At work I'd like to parse some web pages. Unfortunately I can't add any real page to my example because the urls at work are confident. I can only try to explain what is the problem.
To parse I wrote the following script in R. As a mock url I used www.imdb.com.:
library(rvest)
library(plyr)
# urls
url <- "http://www.imdb.com/"
# parse
html <- try(read_html(url))
# select
select_meta <- function(html) {
html %>%
html_nodes(xpath = "//div") %>%
html_attrs # function to select meta
}
meta <- select_meta(html)
Problem is this script doesn't return anything for the pages I use at work. I guess this is because the scripts are generated by javascript. I found this tutorial which explains how to scrape javascript generated pages in R.
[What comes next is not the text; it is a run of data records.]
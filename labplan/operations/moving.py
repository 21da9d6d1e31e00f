"""Move a laptop's SQLite database to an empty PostgreSQL database, whole or not at all.

The source is held still by one IMMEDIATE transaction from the first look to the last word, the
target gets its rows in one transaction of its own. Both sides are read back and compared before
that is committed.
"""

from collections.abc import Callable, Iterator
from contextlib import contextmanager
from dataclasses import dataclass
from itertools import islice
from typing import Any

from django.db import DatabaseError, OperationalError, connection, connections, transaction
from django.db.backends.base.base import BaseDatabaseWrapper

from labplan.base import outbox
from labplan.operations.elsewhere import open_database, standing_in
from labplan.operations.errors import OperationRefused
from labplan.operations.postgres_programs import address_of
from labplan.operations.state import (
    Counts,
    Health,
    check_health,
    foreign_tables,
    has_tables_to_make,
    make_tables,
    require_known_migrations,
    tables_with_rows,
)
from labplan.operations.tables import Digest, Row, Table, digest_of, tables_in_order

SOURCE, TARGET = "default", "target"
Progress = Callable[[str, int, int], None]  # what is done, rows done, rows in all
REPORT_EVERY = 500
# rows at a time; the server looks at the table anew after each batch
FIRST_BATCH, GROWTH, LARGEST_BATCH = 1_000, 8, 100_000


@dataclass(frozen=True)
class MovedTable:
    """A table that holds the same on both sides."""

    name: str
    rows: int
    digest: str


@dataclass(frozen=True)
class Moved:
    """What was moved, and where it is now."""

    tables: tuple[MovedTable, ...]
    counts: Counts
    address: str  # without the password
    is_paused: bool  # because the source was


def move_up(url: str, *, progress: Progress) -> Moved:
    """Copy everything from the default database (SQLite) to the PostgreSQL database at `url`.

    Both sides have the same rows, clean books and matching documents then, and the source's
    outbox is paused. Raises OperationRefused; the target holds no rows then and the source is as
    it was. A repeat after a success is refused, since the target is not empty any more.
    """
    _require_from_sqlite_to_postgresql(url)
    with _target_at(url) as target:
        address = address_of(target)
        _prepare(target, address)
        with transaction.atomic(using=SOURCE, durable=True):
            health, was_paused = _require_healthy("This database"), outbox.is_paused()
            with transaction.atomic(using=TARGET, durable=True):
                _keep_others_out(target, address)
                tables = _copy_all(target, progress)
                _require_the_same(target, health)
            # The laptop must not go on by mistake; should this fail, the source only goes on.
            outbox.pause(f"moved to {address}"[:160])
    return Moved(tuple(tables), health.counts, address, was_paused)


def _require_from_sqlite_to_postgresql(url: str) -> None:
    if not url.startswith(("postgresql://", "postgres://")):
        raise OperationRefused("Name the target as postgresql://user@host/database.")
    if connection.vendor != "sqlite":
        raise OperationRefused(
            "The database in use is not SQLite: unset DATABASE_URL, or name the SQLite file in it. "
            "From one PostgreSQL to another go by backup and restore."
        )
    if has_tables_to_make():
        raise OperationRefused(
            "The database in use is older than this labplan, or has no tables: run 'manage.py "
            "migrate' first."
        )


@contextmanager
def _target_at(url: str) -> Iterator[BaseDatabaseWrapper]:
    with standing_in(open_database(url, alias=TARGET), alias=TARGET) as target:
        try:
            target.ensure_connection()
        except OperationalError as error:
            raise OperationRefused(f"The target cannot be reached: {str(error).strip()}") from error
        try:
            yield target
        finally:
            target.close()


def _prepare(target: BaseDatabaseWrapper, address: str) -> None:
    """Refuse a target that is not empty; make the tables in one that is."""
    others = foreign_tables(target)
    if others:
        raise OperationRefused(
            f"The target ({address}) holds tables that are not labplan's: {', '.join(others[:5])}. "
            "Make a new, empty database for it."
        )
    _require_no_rows(target, address)
    with standing_in(target):
        if "django_migrations" in connection.introspection.table_names():
            with connection.cursor() as cursor:
                cursor.execute("SELECT app, name FROM django_migrations")
                require_known_migrations(cursor.fetchall(), what=f"The target ({address})")
        make_tables()


def _require_no_rows(target: BaseDatabaseWrapper, address: str) -> None:
    held = tables_with_rows(target)
    if held:
        raise OperationRefused(
            f"The target ({address}) is not empty: {', '.join(held[:5])} "
            f"{'hold' if len(held) > 1 else 'holds'} rows. Make a new, empty database for it."
        )


def _keep_others_out(target: BaseDatabaseWrapper, address: str) -> None:
    """Lock every table of the target until the end: nobody reads half, nobody writes between."""
    names = ", ".join(target.ops.quote_name(table.name) for table in tables_in_order())
    with target.cursor() as cursor:
        cursor.execute(f"LOCK TABLE {names} IN ACCESS EXCLUSIVE MODE")
    _require_no_rows(target, address)


def _require_healthy(what: str) -> Health:
    health = check_health()
    if health.faults:
        shown = "\n  ".join(health.faults[:10])
        raise OperationRefused(f"{what} has {len(health.faults)} fault(s):\n  {shown}")
    return health


def _copy_all(target: BaseDatabaseWrapper, progress: Progress) -> list[MovedTable]:
    tables = tables_in_order()
    total, done = sum(table.count(SOURCE) for table in tables), 0
    moved = []
    for table in tables:
        digest = Digest()
        for number, _ in enumerate(_copy_table(table, target, digest), start=1):
            if number % REPORT_EVERY == 0:
                progress(table.name, done + number, total)
        done += digest.rows
        progress(table.name, done, total)
        _require_equal(table, digest)
        moved.append(MovedTable(table.name, digest.rows, digest.hex))
    with target.cursor() as cursor:
        cursor.execute("ANALYZE")
    _set_sequences(tables, target)
    target.check_constraints()  # the foreign keys, which are deferred
    return moved


def _copy_table(table: Table, target: BaseDatabaseWrapper, digest: Digest) -> Iterator[None]:
    """Stream the rows over, one a step; OperationRefused names the table that did not take them."""
    rows, size = table.rows(SOURCE), FIRST_BATCH
    try:
        while True:
            before = digest.rows
            yield from _copy_batch(table, target, islice(rows, size), digest)
            if digest.rows < before + size:
                return
            # The plan of the books' trigger was made for a table without rows, and is kept: it
            # would read the table for every line. This lets the server make it anew.
            with target.cursor() as cursor:
                cursor.execute(f"ANALYZE {target.ops.quote_name(table.name)}")
            size = min(size * GROWTH, LARGEST_BATCH)
    except (DatabaseError, ValueError) as error:
        raise OperationRefused(
            f"{table.name}: {str(error).strip()}\nNothing was written to the target."
        ) from error
    except ArithmeticError as error:
        raise OperationRefused(
            f"{table.name}, row {digest.rows + 1}: a number has more digits than its column. "
            "Nothing was written to the target."
        ) from error


def _copy_batch(
    table: Table, target: BaseDatabaseWrapper, rows: Iterator[Row], digest: Digest
) -> Iterator[None]:
    quote = target.ops.quote_name
    columns = ", ".join(quote(field.column) for field in table.fields)
    with (
        target.wrap_database_errors,
        target.cursor() as cursor,
        cursor.cursor.copy(f"COPY {quote(table.name)} ({columns}) FROM STDIN") as copy,
    ):
        for row in rows:
            digest.add(row)
            copy.write_row(_for_target(table, row, target))
            yield


def _for_target(table: Table, row: Row, target: BaseDatabaseWrapper) -> list[Any]:
    return [
        field.get_db_prep_save(value, target)
        for field, value in zip(table.fields, row, strict=True)
    ]


def _require_equal(table: Table, sent: Digest) -> None:
    found = digest_of(table, TARGET)
    if found != sent:
        raise OperationRefused(
            f"{table.name} does not hold the same on both sides: {sent.rows} rows were sent, "
            f"{found.rows} arrived, and their digests differ. Nothing was written to the target."
        )


def _set_sequences(tables: list[Table], target: BaseDatabaseWrapper) -> None:
    """Number new rows after every number that was ever given, not only after those still there."""
    with connections[SOURCE].cursor() as cursor:
        cursor.execute("SELECT name, seq FROM sqlite_sequence")
        given: dict[str, int] = dict(cursor.fetchall())
    with target.cursor() as cursor:
        for table in tables:
            key = table.model._meta.auto_field
            if key is not None and given.get(table.name):
                cursor.execute(
                    "SELECT setval(pg_get_serial_sequence(%s, %s), %s)",
                    [target.ops.quote_name(table.name), key.column, given[table.name]],
                )


def _require_the_same(target: BaseDatabaseWrapper, of_source: Health) -> None:
    """Check books and documents on the target too, inside its transaction."""
    with standing_in(target):
        of_target = _require_healthy("The copy")
    if of_target != of_source:
        raise OperationRefused(
            f"The copy has {of_target.counts}, the source {of_source.counts}. Nothing was written."
        )
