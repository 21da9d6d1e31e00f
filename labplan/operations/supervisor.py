"""Keep a handful of programs running, start again what dies, and end all of it together."""

import contextlib
import logging
import os
import subprocess
import threading
import time
from collections.abc import Iterator, Sequence
from dataclasses import dataclass, field

from labplan.base.endings import PATIENCE_S, end_process, tied

logger = logging.getLogger(__name__)

LOOK_EVERY_S = 0.2
# A program that ran shorter than this has not come up; its next start waits longer each time.
UP_AFTER_S = 5.0
LONGEST_WAIT_S = 30.0
MOST_FAILED_STARTS = 6


class ProgramFailsError(RuntimeError):
    """A program ended again and again right after its start."""


@dataclass(frozen=True)
class Program:
    name: str
    arguments: Sequence[str]
    environment: dict[str, str] = field(default_factory=dict)


@dataclass
class _Running:
    program: Program
    process: subprocess.Popen[bytes]
    started_at: float
    failed_starts: int = 0
    start_again_at: float = 0.0


class Supervisor:
    """Start programs in their order; `watch` starts again what has died; end in reverse order."""

    def __init__(self, programs: Sequence[Program], *, up_after_s: float = UP_AFTER_S) -> None:
        self._programs = programs
        self._up_after_s = up_after_s
        self._running: list[_Running] = []
        self.stop_asked = threading.Event()

    @contextlib.contextmanager
    def running(self) -> Iterator["Supervisor"]:
        try:
            for program in self._programs:
                self._running.append(_Running(program, _start(program), time.monotonic()))
            yield self
        finally:
            self._end_all()

    def watch(self) -> None:
        """Until `stop_asked` is set. Raises ProgramFailsError."""
        while not self.stop_asked.wait(LOOK_EVERY_S):
            self.look()

    def look(self) -> None:
        """Start again what has died; one that never comes up is an error."""
        now = time.monotonic()
        for running in self._running:
            if running.process.poll() is None:
                continue
            if not running.start_again_at:
                self._plan_restart(running, now)
            if now >= running.start_again_at:
                running.process = _start(running.program)
                running.started_at, running.start_again_at = now, 0.0

    def process_of(self, name: str) -> subprocess.Popen[bytes]:
        return next(r.process for r in self._running if r.program.name == name)

    def _plan_restart(self, running: _Running, now: float) -> None:
        came_up = now - running.started_at >= self._up_after_s
        running.failed_starts = 0 if came_up else running.failed_starts + 1
        if running.failed_starts >= MOST_FAILED_STARTS:
            raise ProgramFailsError(
                f"{running.program.name} ended {MOST_FAILED_STARTS} times right after its start, "
                f"the last time with {running.process.returncode}; its own words stand above."
            )
        wait_s = min(LONGEST_WAIT_S, 0.25 * 2**running.failed_starts)
        running.start_again_at = now + wait_s
        logger.warning(
            "%s ended with %s; starting it again in %.1f s",
            running.program.name, running.process.returncode, wait_s,
        )  # fmt: skip

    def _end_all(self) -> None:
        """Each has its time to finish what it does; those that stand on others go first."""
        give_up = time.monotonic() + PATIENCE_S
        for running in reversed(self._running):
            left_s = max(0.5, give_up - time.monotonic())
            end_process(running.process, patience_s=left_s)
        self._running.clear()


def _start(program: Program) -> subprocess.Popen[bytes]:
    # A session of its own: Ctrl-C reaches the supervisor alone, which ends the others in order.
    return subprocess.Popen(
        tied(program.arguments),
        env={**os.environ, **program.environment},
        stdin=subprocess.DEVNULL,
        start_new_session=True,
    )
The code used to generate the page in the tutorial is the following:
// scrape_techstars.js
var webPage = require('webpage');
var page = webPage.create();
var fs = require('fs');
var path = 'techstars.html'
page.open('http://www.techstars.com/companies/stats/', function (status) {
var content = page.content;
fs.write(path,content,'w')
phantom.exit();
});
I don't have any Javascript knowledge so I'm having trouble scaling page.open (which only works for 1 page) to multiple pages (at work I have to parse roughly 100 pages). So instead of relying on phantom js I'd rather have a solution which is completely R based (if this is totally inefficient and offensive to real coders, I apologise in advance). So the crux of my question is: "how can I generate several pages in R?".
This is a one-off thing so I'm not really thinking about reading up on Javascript or parsing. Thanks in advance for helping me out.